--- Task goal ---
Up to and including the line that contains "from verifier.model.claim import", repeat each line of the data exactly, starting from the first.

--- Records to process ---
----

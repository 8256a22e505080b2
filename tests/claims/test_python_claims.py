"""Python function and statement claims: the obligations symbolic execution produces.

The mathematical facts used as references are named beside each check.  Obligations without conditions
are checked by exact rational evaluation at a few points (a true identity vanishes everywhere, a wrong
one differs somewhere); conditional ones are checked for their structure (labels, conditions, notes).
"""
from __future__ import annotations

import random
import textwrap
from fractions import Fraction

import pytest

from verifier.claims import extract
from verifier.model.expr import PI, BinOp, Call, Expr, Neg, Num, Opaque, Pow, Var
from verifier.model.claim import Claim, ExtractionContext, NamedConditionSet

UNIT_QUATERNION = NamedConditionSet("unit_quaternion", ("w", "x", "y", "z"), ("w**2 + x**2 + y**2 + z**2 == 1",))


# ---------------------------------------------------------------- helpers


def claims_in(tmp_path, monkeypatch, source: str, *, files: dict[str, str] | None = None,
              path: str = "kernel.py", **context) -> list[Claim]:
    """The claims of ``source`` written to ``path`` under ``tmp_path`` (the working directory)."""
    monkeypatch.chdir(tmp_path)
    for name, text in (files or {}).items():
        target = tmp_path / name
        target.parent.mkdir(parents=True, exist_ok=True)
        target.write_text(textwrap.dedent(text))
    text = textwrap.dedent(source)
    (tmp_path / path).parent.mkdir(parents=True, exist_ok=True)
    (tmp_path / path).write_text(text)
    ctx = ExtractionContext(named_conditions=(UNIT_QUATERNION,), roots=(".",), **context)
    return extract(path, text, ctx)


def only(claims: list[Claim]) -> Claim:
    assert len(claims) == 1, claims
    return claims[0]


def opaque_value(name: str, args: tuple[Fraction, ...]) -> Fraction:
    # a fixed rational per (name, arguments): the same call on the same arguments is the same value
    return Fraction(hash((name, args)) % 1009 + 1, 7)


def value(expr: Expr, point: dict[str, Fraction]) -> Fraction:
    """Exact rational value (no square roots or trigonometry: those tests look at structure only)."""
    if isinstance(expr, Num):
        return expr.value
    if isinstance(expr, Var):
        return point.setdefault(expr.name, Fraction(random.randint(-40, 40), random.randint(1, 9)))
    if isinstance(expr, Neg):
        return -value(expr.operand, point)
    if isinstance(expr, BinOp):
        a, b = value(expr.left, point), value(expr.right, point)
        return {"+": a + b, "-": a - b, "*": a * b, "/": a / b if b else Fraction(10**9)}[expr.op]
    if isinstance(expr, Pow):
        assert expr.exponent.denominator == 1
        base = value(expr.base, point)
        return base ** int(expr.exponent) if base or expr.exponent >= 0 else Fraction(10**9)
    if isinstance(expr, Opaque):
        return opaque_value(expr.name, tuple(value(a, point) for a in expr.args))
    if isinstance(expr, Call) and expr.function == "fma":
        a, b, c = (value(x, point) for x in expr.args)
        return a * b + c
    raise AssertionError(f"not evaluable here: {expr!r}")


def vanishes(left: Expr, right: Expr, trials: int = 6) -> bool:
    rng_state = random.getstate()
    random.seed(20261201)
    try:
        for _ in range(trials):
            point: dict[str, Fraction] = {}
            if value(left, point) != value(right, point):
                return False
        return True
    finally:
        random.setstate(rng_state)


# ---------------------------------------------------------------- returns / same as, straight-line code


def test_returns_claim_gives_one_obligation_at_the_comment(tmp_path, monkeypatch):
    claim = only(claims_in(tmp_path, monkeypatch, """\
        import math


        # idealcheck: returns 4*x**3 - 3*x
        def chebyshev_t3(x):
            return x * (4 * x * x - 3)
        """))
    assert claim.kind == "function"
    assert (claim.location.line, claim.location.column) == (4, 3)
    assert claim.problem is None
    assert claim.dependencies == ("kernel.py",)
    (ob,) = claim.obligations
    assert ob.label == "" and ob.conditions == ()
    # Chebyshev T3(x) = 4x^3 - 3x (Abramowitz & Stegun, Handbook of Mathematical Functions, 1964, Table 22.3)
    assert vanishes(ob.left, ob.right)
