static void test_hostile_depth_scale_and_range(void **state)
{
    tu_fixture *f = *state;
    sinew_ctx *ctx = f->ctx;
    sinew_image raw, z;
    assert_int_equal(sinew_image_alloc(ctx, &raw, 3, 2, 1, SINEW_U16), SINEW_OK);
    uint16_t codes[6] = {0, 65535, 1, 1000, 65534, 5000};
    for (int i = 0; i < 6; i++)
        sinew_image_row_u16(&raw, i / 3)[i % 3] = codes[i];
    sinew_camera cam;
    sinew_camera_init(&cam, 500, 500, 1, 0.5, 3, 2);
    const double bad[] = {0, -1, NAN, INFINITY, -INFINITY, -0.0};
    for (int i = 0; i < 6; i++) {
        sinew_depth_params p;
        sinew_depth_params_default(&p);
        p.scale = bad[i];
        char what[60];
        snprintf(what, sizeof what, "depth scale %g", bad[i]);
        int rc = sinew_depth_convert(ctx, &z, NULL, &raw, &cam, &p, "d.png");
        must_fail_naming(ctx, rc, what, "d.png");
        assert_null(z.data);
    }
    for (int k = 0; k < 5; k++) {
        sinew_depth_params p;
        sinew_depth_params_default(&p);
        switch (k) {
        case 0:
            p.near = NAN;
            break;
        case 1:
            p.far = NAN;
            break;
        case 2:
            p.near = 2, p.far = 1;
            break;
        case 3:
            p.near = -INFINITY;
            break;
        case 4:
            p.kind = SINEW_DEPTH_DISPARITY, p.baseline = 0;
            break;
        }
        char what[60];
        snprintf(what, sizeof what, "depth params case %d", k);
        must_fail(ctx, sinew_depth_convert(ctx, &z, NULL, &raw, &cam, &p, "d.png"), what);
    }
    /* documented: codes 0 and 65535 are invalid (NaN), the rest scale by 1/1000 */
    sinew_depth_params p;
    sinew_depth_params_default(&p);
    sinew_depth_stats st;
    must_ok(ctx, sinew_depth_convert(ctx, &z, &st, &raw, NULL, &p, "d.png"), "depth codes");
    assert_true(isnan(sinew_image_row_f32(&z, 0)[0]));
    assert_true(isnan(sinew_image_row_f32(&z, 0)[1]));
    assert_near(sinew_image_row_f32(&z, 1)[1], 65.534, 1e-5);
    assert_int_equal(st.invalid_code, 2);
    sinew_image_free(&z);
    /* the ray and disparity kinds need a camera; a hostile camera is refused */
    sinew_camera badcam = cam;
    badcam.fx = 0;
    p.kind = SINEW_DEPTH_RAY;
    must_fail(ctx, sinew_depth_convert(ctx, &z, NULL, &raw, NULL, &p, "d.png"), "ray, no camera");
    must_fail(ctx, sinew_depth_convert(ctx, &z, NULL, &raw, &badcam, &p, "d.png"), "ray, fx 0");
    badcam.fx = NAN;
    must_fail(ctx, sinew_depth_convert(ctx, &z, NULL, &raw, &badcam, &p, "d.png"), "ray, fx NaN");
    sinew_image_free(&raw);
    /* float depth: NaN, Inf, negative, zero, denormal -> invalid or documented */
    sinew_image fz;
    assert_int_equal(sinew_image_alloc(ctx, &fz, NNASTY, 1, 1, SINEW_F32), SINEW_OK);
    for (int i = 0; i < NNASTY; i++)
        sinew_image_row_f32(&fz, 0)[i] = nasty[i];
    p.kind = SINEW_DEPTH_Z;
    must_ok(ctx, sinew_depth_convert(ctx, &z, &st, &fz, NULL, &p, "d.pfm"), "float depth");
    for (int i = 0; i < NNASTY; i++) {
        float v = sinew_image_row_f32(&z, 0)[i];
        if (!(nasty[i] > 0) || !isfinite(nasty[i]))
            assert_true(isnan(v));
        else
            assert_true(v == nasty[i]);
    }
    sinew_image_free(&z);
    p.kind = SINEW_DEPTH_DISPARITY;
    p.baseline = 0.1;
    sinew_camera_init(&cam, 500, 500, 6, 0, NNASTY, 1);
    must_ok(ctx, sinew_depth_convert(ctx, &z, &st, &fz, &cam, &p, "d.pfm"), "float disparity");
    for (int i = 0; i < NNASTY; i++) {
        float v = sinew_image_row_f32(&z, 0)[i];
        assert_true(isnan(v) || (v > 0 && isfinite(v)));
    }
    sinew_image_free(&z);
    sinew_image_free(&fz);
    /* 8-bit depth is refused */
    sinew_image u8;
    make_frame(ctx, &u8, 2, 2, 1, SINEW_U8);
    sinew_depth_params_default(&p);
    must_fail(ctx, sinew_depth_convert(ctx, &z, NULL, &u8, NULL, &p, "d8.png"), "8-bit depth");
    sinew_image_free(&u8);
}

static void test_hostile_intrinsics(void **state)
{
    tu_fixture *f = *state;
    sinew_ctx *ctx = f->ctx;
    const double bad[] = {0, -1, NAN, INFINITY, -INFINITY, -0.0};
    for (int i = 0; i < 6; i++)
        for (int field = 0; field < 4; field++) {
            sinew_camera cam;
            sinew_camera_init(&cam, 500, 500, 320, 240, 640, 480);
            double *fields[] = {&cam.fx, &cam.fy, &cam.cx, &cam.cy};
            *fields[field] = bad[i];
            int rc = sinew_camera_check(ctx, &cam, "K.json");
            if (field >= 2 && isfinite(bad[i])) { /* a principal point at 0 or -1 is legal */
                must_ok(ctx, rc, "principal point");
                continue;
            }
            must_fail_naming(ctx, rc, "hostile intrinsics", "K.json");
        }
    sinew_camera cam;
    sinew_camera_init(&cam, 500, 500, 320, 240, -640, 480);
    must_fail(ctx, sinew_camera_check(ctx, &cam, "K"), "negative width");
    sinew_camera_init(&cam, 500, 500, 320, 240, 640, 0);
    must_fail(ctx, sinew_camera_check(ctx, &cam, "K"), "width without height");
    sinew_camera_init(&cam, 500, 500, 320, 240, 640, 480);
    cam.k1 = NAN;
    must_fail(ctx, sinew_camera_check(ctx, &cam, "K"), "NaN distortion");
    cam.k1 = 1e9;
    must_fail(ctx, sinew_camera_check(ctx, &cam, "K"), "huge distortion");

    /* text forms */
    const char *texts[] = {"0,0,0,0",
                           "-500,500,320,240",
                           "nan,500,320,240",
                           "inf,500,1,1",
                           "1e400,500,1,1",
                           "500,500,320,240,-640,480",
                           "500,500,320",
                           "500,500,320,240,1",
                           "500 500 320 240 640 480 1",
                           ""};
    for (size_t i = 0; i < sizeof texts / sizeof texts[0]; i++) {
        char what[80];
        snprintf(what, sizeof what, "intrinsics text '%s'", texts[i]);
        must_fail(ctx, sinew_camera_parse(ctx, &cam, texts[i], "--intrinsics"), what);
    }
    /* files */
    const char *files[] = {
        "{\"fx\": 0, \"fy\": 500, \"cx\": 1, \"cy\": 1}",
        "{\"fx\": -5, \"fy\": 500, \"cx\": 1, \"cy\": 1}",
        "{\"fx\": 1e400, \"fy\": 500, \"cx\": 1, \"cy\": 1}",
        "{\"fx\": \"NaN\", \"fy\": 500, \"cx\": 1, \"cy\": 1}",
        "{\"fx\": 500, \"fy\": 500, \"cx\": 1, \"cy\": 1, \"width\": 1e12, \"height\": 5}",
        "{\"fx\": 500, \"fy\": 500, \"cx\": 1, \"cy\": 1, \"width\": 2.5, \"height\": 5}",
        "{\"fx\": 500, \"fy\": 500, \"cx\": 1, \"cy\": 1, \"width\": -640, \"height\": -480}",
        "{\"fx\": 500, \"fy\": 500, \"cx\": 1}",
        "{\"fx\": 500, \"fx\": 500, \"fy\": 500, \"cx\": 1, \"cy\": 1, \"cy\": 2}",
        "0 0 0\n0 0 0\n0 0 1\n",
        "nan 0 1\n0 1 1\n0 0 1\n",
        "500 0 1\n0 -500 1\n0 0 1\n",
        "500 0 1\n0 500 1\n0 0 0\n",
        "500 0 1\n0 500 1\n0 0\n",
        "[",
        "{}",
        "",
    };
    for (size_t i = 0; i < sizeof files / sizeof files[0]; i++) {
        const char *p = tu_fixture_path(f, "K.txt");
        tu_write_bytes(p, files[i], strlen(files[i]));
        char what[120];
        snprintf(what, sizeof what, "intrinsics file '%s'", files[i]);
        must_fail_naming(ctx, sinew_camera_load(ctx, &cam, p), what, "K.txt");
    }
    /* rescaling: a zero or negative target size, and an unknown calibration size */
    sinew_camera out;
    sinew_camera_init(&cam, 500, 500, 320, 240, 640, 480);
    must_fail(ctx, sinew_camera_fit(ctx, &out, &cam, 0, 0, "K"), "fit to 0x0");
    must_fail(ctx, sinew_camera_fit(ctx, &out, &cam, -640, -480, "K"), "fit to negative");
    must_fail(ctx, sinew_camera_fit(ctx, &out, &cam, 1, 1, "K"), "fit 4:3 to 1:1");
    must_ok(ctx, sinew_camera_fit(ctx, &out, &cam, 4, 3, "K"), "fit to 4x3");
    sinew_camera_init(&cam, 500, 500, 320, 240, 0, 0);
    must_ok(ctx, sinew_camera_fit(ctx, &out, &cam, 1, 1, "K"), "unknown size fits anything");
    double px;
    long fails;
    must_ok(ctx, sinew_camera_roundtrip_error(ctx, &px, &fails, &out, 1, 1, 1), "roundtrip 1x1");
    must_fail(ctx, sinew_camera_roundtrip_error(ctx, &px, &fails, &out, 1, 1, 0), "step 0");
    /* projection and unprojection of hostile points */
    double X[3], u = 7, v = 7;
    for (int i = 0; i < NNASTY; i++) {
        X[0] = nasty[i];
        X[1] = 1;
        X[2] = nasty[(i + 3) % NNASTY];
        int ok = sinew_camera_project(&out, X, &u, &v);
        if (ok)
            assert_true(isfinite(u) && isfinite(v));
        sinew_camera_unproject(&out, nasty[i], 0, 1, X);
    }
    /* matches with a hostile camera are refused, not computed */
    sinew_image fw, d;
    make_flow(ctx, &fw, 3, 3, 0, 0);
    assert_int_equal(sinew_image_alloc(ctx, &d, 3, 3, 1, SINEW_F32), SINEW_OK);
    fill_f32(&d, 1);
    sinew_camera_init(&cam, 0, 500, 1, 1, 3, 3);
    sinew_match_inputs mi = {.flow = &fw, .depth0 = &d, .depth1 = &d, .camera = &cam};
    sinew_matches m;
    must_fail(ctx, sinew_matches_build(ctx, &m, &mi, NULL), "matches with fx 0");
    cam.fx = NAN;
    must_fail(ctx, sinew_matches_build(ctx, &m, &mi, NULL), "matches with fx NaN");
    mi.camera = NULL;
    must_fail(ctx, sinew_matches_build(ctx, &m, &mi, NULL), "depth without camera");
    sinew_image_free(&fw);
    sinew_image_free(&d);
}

----

--- Task solution ---
repository 8256a22e505080b2
filename tests/claims/test_python_claims.py
"""Python function and statement claims: the obligations symbolic execution produces.

The mathematical facts used as references are named beside each check.  Obligations without conditions
are checked by exact rational evaluation at a few points (a true identity vanishes everywhere, a wrong
one differs somewhere); conditional ones are checked for their structure (labels, conditions, notes).
"""
from __future__ import annotations

import random
import textwrap
from fractions import Fraction

import pytest

from verifier.claims import extract
from verifier.model.expr import PI, BinOp, Call, Expr, Neg, Num, Opaque, Pow, Var
from verifier.model.claim import Claim, ExtractionContext, NamedConditionSet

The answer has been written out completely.